Мой муж не знал много. Потому что однажды, даже у самого понимающего, доверчивого человека заканчиваются ресурсы, иссекают запасы терпения и собственные желания, наконец, выходят на первый план. Моей страстной мечтой стало избавление. Избавление от вновь предавшего меня человека, который продолжал бы из года в год играть в семью, удовлетворяя свои потребности на стороне. Ведь Яна была права — ее хотят, и порой это влечение так нестерпимо, что для своих любовных утех Игорь не брезгуют использовать наше брачное ложе…
Яну я обманула.
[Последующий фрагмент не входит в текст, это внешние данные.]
/** Row types, one place for every table. Column names are snake_case as stored. */

export const ROLES = ["member", "shop_staff", "shop_owner", "admin"] as const;
export type Role = (typeof ROLES)[number];
export const SHOP_ROLES: readonly Role[] = ["shop_staff", "shop_owner"];

export interface ShopRow {
  id: string;
  name: string;
  created_at: Date;
}

export interface UserRow {
  id: string;
  email: string;
  name: string;
  password_hash: string;
  role: Role;
  shop_id: string | null;
  created_at: Date;
  updated_at: Date;
}

export type PublicUser = Omit<UserRow, "password_hash">;

export interface PasswordResetRow {
  id: string;
  user_id: string;
  token_hash: string;
  expires_at: Date;
  used_at: Date | null;
  created_at: Date;
}

export interface SignInThrottleRow {
  key: string;
  failures: number;
  window_started_at: Date;
  locked_until: Date | null;
}

// --- garage ---------------------------------------------------------------------------------
// Setups are stored as the output of lib/validation/setup.ts (SetupValues).

export const FRONT_SUSPENSIONS = ["independent", "solid-axle"] as const;
export type FrontSuspension = (typeof FRONT_SUSPENSIONS)[number];

export interface VehicleRow {
  id: string;
  user_id: string;
  name: string;
  year: number | null;
  make: string | null;
  model: string | null;
  trim: string | null;
  front_suspension: FrontSuspension;
  bolt_pattern: string;
  bolt_pcd_mm: number;
  bolt_count: number;
  hub_bore_mm: number | null;
  stock_setup: unknown;
  current_setup: unknown;
  lift_height_mm: number | null;
  kingpin_inclination_deg: number | null;
  axle_ratio: number | null;
  transmission_ratio: number | null;
  notes: string;
  created_at: Date;
  updated_at: Date;
}

export interface VehicleClearanceRow {
  id: string;
  vehicle_id: string;
  label: string;
  direction: "inboard" | "outboard" | "upward" | "fore-aft";
  distance_mm: number;
  distance_text: string;
  suspension_state: "ride-height" | "full-stuff" | "full-lock";
  measured_setup: unknown;
  created_at: Date;
}

export interface VehiclePhotoRow {
  id: string;
  vehicle_id: string;
  clearance_id: string | null;
  object_key: string;
  thumb_key: string;
  content_type: "image/jpeg" | "image/png" | "image/webp";
  width: number;
  height: number;
  bytes: number;
  original_name: string;
  created_at: Date;
}

export interface InstallChecklistRow {
  id: string;
  vehicle_id: string;
  planned_key: string;
  planned_setup: unknown;
  comparison_id: string | null;
  ticked: string[];
  created_at: Date;
  updated_at: Date;
}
Потеряла покой, и, к собственному стыду, нет-нет да подносила к лицу брошенную мужем рубашку, всякий раз переживая, что найду на его одежде следы ее возращения — духи, отпечаток помады или черный волос…
Это унизительно, страшно, и до ужаса обидно — инспектировать гардероб мужчины, который априори должен принадлежать лишь мне, не подпуская к пуговицам на своей деловой сорочки чужие пальцы.
Возможно, мне стоило ему признаться, рассказать о своем столкновении с его любовницей, но тот страх, что жил внутри, не давал мне решиться на отчаянный шаг. Я боялась найти в глазах Гоши подтверждение собственным переживаниям, боялась понять, что для него давно уже не секрет, что эта жгучая брюнетка решила его добиться, или, что в разы хуже, уже прошла половину пути, не поленившись освоить узел нью-классик, в завязывании которого теперь практикуется на его шеи.
Наверное, это и стало моей роковой ошибкой — я слишком долго оттягивала момент истины, и теперь была совершенно не готова к вторжению реальности в мой иллюзорный мир: любовь либо есть, либо остается непостижимой мечтой, осуществление которой от меня совсем не зависит…
— Девочки готовы, — слышу, как Нина Алексеевна останавливается в дверях моей спальни, но и не думаю вставать с пола, продолжая сидеть на коленях у прикроватной тумбы. Наверное, моя бледность заставляет женщину так нахмуриться? — Вам плохо?